Step 1: Understanding the Concept:
Vectors are quantities that possess both magnitude and direction. In 3D space, they are represented by components along the \( X, Y, \) and \( Z \) axes (\( \hat{i}, \hat{j}, \hat{k} \)).
The dot product (scalar product) of two vectors \( \vec{A} \) and \( \vec{B} \) is defined as \( \vec{A} \cdot \vec{B} = |\vec{A}| |\vec{B}| \cos \theta \), where \( \theta \) is the angle between the vectors.
When two vectors are perpendicular (orthogonal), the angle between them is \( 90^\circ \). Since \( \cos 90^\circ = 0 \), the dot product of two perpendicular vectors must always be zero.
This property allows us to solve for unknown components in vector equations by setting the sum of the products of corresponding components to zero.
Step 2: Key Formula or Approach:
For vectors \( \vec{a} = a_1\hat{i} + a_2\hat{j} + a_3\hat{k} \) and \( \vec{b} = b_1\hat{i} + b_2\hat{j} + b_3\hat{k} \), the dot product is calculated as:
\[ \vec{a} \cdot \vec{b} = a_1b_1 + a_2b_2 + a_3b_3 \]
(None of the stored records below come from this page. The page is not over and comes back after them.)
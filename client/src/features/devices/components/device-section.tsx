import { useState } from 'react';
import type { IssuedCredentials } from '../../../../../shared/contracts/devices.ts';
import type { DeviceSummary } from '../../../../../shared/contracts/probes.ts';
import { formatDuration } from '../../../../../shared/format/dates.ts';
import { formatNumber } from '../../../../../shared/format/numbers.ts';
import { Button } from '../../../components/ui/button.tsx';
import { ConfirmDialog } from '../../../components/ui/confirm-dialog.tsx';
import { DefinitionList } from '../../../components/ui/definition-list.tsx';
import { SectionTitle } from '../../../components/ui/page-head.tsx';
import { Age, Time } from '../../../components/ui/time.tsx';
import { useToast } from '../../../components/ui/toast.tsx';
import { useReplaceCredentials, useRevokeCredentials } from '../api.ts';
import { CredentialsDialog } from './credentials-dialog.tsx';
import { IssueCredentialsDialog } from './issue-credentials-dialog.tsx';

export interface DeviceSectionProps {
  probe: { id: number; tag: string };
  device: DeviceSummary | null;
  can: { issueCredentials: boolean; revokeCredentials: boolean };
  timeZone: string;
}

/** The device that speaks for a probe: whether it is there, what it says of itself, and its credentials. */
export function DeviceSection({ probe, device, can, timeZone }: DeviceSectionProps) {
  const [step, setStep] = useState<'issue' | 'replace' | 'revoke' | null>(null);
  const [issued, setIssued] = useState<IssuedCredentials | null>(null);
  const close = () => setStep(null);
  return (
    <section>
      <SectionTitle>Device</SectionTitle>
      {device ? (
        <DeviceFacts device={device} timeZone={timeZone} />
      ) : (
        <p className="text-ink-2">
          No device may report for this probe yet. Issue credentials and enter them in its transmitter or
          gateway.
        </p>
      )}
      <div className="form-actions mt-4">
        {can.issueCredentials ? (
          <Button kind="primary" onClick={() => setStep('issue')}>
            Issue device credentials…
          </Button>
        ) : null}
        {device && can.revokeCredentials ? (
          <>
            <Button onClick={() => setStep('replace')}>Replace password…</Button>
            <Button kind="danger" onClick={() => setStep('revoke')}>
              Withdraw credentials…
            </Button>
          </>
        ) : null}
      </div>
      {step === 'issue' ? (
        <IssueCredentialsDialog probe={probe} onClose={close} onIssued={setIssued} />
      ) : null}
      {device && step === 'replace' ? (
        <ReplaceDialog device={device} onClose={close} onIssued={setIssued} />
      ) : null}
      {device && step === 'revoke' ? <RevokeDialog device={device} onClose={close} /> : null}
      {issued ? <CredentialsDialog issued={issued} onClose={() => setIssued(null)} /> : null}
    </section>
  );
}

function DeviceFacts({ device, timeZone }: { device: DeviceSummary; timeZone: string }) {
  return (
    <DefinitionList
      items={[
        { term: 'Name', value: device.name },
        { term: 'Connection', value: connectionWords(device) },
        { term: 'Last message', value: <Age at={device.lastSeenAt} timeZone={timeZone} /> },
        { term: 'Sends every', value: formatNumber(device.readingIntervalS, { unit: 's' }) },
        { term: 'Firmware', value: device.firmware },
        {
          term: 'Cell constant it uses',
          value: formatNumber(device.reportedCellConstantPerCm, { decimals: 4, unit: 'cm⁻¹' }),
        },
        { term: 'Settings', value: device.settingsHash?.slice(0, 23) },
        { term: 'Clock', value: clockWords(device.clockOffsetMs) },
        { term: 'Sent twice', value: formatNumber(device.duplicateCount, { decimals: 0 }) },
        { term: 'Credentials since', value: <Time at={device.credentialsIssuedAt} timeZone={timeZone} /> },
      ]}
    />
  );
}

function connectionWords({ isOnline, onlineWhy }: DeviceSummary): string {
  if (isOnline) return 'connected';
  return onlineWhy === 'planned' ? 'away, as planned' : 'not connected';
}

/** Below a second no reading is put in the wrong place. */
function clockWords(offsetMs: number | null): string {
  if (offsetMs === null) return 'not stated';
  if (Math.abs(offsetMs) < 1000) return 'right to the second';
  return `${formatDuration(Math.abs(offsetMs) / 1000)} ${offsetMs > 0 ? 'behind' : 'ahead'}`;
}

interface DeviceDialogProps {
  device: DeviceSummary;
  onClose: () => void;
}

function ReplaceDialog({
  device,
  onClose,
  onIssued,
}: DeviceDialogProps & { onIssued: (issued: IssuedCredentials) => void }) {
  const replace = useReplaceCredentials(device.id);
  return (
    <ConfirmDialog
      isOpen
      onClose={onClose}
      title={`Replace the password of ${device.name}?`}
      sentence="The old one stops working at once, and the device is silent until the new one is entered there."
      confirmLabel="Replace password"
      asksReason
      onConfirm={async (reason) => onIssued(await replace.mutateAsync(reason))}
    />
  );
}

function RevokeDialog({ device, onClose }: DeviceDialogProps) {
  const revoke = useRevokeCredentials(device.id);
  const say = useToast();
  return (
    <ConfirmDialog
      isOpen
      onClose={onClose}
      title={`Withdraw the credentials of ${device.name}?`}
      sentence="It is disconnected at once and cannot sign in again. What it sent stays."
      confirmLabel="Withdraw credentials"
      isDanger
      asksReason
      onConfirm={async (reason) => {
        await revoke.mutateAsync(reason);
        say(`The credentials of ${device.name} are withdrawn.`);
      }}
    />
  );
}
The condition for perpendicularity is \( \vec{a} \cdot \vec{b} = 0 \).
Step 3: Detailed Explanation:
The first vector is given as \( \vec{a} = 2\hat{i} + 1\hat{j} + 3\hat{k} \).
The second vector is given as \( \vec{b} = p\hat{i} + 2\hat{j} + 2\hat{k} \).
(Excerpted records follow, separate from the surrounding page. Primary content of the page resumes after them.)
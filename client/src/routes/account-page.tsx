import { Account } from '../features/sessions/components/account.tsx';
import { useSession } from '../features/sessions/session-context.ts';

export default function AccountPage() {
  return <Account session={useSession()} />;
}
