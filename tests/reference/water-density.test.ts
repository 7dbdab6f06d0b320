/**
 * M. Tanaka et al., Metrologia 38 (2001) 301, and G. S. Kell, J. Chem. Eng. Data 20 (1975) 97: density of water.
 * Provenance: published; both equations read. Kell's last coefficient circulates in variants that differ by 1 ppm.
 */
import { describe, expect, it } from 'vitest';
import { waterDensity } from '../../shared/science/water.ts';
import { relativeError } from './relative-error.ts';

const tanaka = (t: number) =>
  999.97495 * (1 - ((t - 3.983035) ** 2 * (t + 301.797)) / (522528.9 * (t + 69.34881)));
const kell = (t: number) =>
  (999.83952 +
    16.945176 * t -
    7.9870401e-3 * t ** 2 -
    46.170461e-6 * t ** 3 +
    105.56302e-9 * t ** 4 -
    280.54253e-12 * t ** 5) /
  (1 + 16.87985e-3 * t);

describe('density of water by three formulations', () => {
  // 1 ppm: what the authors of the metrological equation claim, and what they share with SR6-08 from 0 to 40 degC.
  it.each([0, 4, 10, 20, 25, 30, 40])('agrees with Tanaka at %d degC within 1 ppm', (t) => {
    expect(relativeError(waterDensity(t), tanaka(t))).toBeLessThan(1e-6);
  });

  // Kell is 2 ppm lower at 25 degC (997.0449 against 997.0470) and up to 5 ppm elsewhere: an older temperature scale.
  it.each([0, 10, 20, 25, 30, 40])('agrees with Kell at %d degC within 5 ppm', (t) => {
    expect(relativeError(waterDensity(t), kell(t))).toBeLessThan(5e-6);
  });
});
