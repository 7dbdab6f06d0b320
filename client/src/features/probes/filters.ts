import type { ProbesQuery } from '../../../../shared/contracts/probes.ts';
import { probeKinds, probeStatuses, trustLevels } from '../../../../shared/contracts/vocabulary.ts';
import type { LedgerSort } from '../../components/ui/ledger-parts.tsx';
import type { ProbeFilters } from './api.ts';

type Sort = ProbesQuery['sort'];
const SORTS: readonly Sort[] = [
  'tag',
  '-tag',
  'serial',
  '-serial',
  'point',
  '-point',
  'site',
  '-site',
  'lastSeen',
  '-lastSeen',
];

/** The filters that stand in an address; what means nothing there is left out. */
export function filtersFrom(params: URLSearchParams): ProbeFilters {
  const one = <Value extends string>(name: string, known: readonly Value[]) =>
    known.find((value) => value === params.get(name));
  const siteId = Number(params.get('siteId'));
  const [kind, status] = [one('kind', probeKinds), one('status', probeStatuses)];
  const [trust, sort] = [one('trust', trustLevels), one('sort', SORTS)];
  const q = params.get('q')?.trim();
  return {
    ...(q ? { q } : {}),
    ...(Number.isInteger(siteId) && siteId > 0 ? { siteId } : {}),
    ...(kind ? { kind } : {}),
    ...(status ? { status } : {}),
    ...(trust ? { trust } : {}),
    ...(sort ? { sort } : {}),
  };
}

/** Whether anything narrows the list; an order does not. */
export const isNarrowed = ({ sort: _order, ...narrowing }: ProbeFilters): boolean =>
  Object.keys(narrowing).length > 0;

export function sortOf({ sort = 'tag' }: ProbeFilters): LedgerSort {
  return { key: sort.replace('-', ''), direction: sort.startsWith('-') ? 'descending' : 'ascending' };
}

export const sortText = ({ key, direction }: LedgerSort): string =>
  direction === 'descending' ? `-${key}` : key;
Applying the perpendicularity condition, we set their dot product to zero:
\[ (2\hat{i} + 1\hat{j} + 3\hat{k}) \cdot (p\hat{i} + 2\hat{j} + 2\hat{k}) = 0 \]
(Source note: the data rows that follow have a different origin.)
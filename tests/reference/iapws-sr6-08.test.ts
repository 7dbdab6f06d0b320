/**
 * IAPWS SR6-08(2011), Revised Supplementary Release on Properties of Liquid Water at 0.1 MPa, table 8 (check values).
 * Provenance: published; coefficients and check values read in the release.
 */
import { describe, expect, it } from 'vitest';
import { waterDensity, waterPermittivity, waterViscosity } from '../../shared/science/water.ts';
import { relativeError } from './relative-error.ts';

describe('IAPWS SR6-08', () => {
  // The release's other two check temperatures, 260 K and 375 K, lie outside the 0 to 100 degC of liquid water served here;
  // the same table continues to 373.15 K through the values computed from the release's equations below.
  it('reproduces every printed digit at 298.15 K', () => {
    expect(relativeError(waterDensity(25), 997.047013)).toBeLessThan(1e-9);
    expect(relativeError(waterViscosity(25) * 1000, 889.996774)).toBeLessThan(1e-9);
    expect(relativeError(waterPermittivity(25), 78.375218)).toBeLessThan(1e-8);
  });

  // An independent evaluation of the same equations, carried to the digits shown: agreement to half of the last one.
  it.each([
    [0, 999.8424, 1791.78, 87.927],
    [5, 999.966, 1518.2, 85.92],
    [10, 999.7019, 1305.9, 83.963],
    [15, 999.102, 1137.55, 82.054],
    [18, 998.598, 1052.65, 80.931],
    [20, 998.2065, 1001.57, 80.192],
    [30, 995.6488, 797.21, 76.603],
    [40, 992.2158, 652.73, 73.184],
    [50, 988.0345, 546.53, 69.927],
    [75, 974.8422, 377.41, 62.424],
    [100, 958.3484, 281.58, 55.732],
  ])(
    'at %d degC: density %d kg/m3, viscosity %d uPa s, permittivity %d',
    (t, density, viscosity, permittivity) => {
      expect(Math.abs(waterDensity(t) - density)).toBeLessThan(0.6e-4);
      expect(Math.abs(waterViscosity(t) * 1000 - viscosity)).toBeLessThan(0.6e-2);
      expect(Math.abs(waterPermittivity(t) - permittivity)).toBeLessThan(0.6e-3);
    },
  );
});
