import { useQuery } from '@tanstack/react-query';
import { EmptyFace } from '../components/ui/faces.tsx';
import { PageHead } from '../components/ui/page-head.tsx';
import { AuditTrail } from '../features/audit-events/components/audit-trail.tsx';
import { useSession } from '../features/sessions/session-context.ts';
import { usersList } from '../features/users/api.ts';

export default function AuditTrailPage() {
  const { can } = useSession();
  const people = useQuery({ ...usersList(), enabled: can.managePeople });
  if (!can.readAudit) {
    return (
      <>
        <PageHead name="Audit trail" />
        <EmptyFace title="Your role does not read the audit trail.">
          Managers, auditors and administrators do.
        </EmptyFace>
      </>
    );
  }
  return <AuditTrail people={people.data?.items ?? []} />;
}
Perform the multiplication for each component separately:
- For the \( \hat{i} \) components: \( 2 \times p = 2p \)
- For the \( \hat{j} \) components: \( 1 \times 2 = 2 \)
- For the \( \hat{k} \) components: \( 3 \times 2 = 6 \)
Summing these products gives the total dot product:
\[ 2p + 2 + 6 = 0 \]
Simplify the linear equation by combining the constant numerical terms:
\[ 2p + 8 = 0 \]
To solve for the variable \( p \), move the constant to the other side of the equation:
\[ 2p = -8 \]
Divide both sides by 2:
\[ p = \frac{-8}{2} \]
\[ p = -4 \]
Step 4: Final Answer:
The dot product calculation results in a simple linear equation.
Solving \( 2p + 8 = 0 \) gives \( p = -4 \).
Thus, the correct value of the parameter \( p \) is \( -4 \).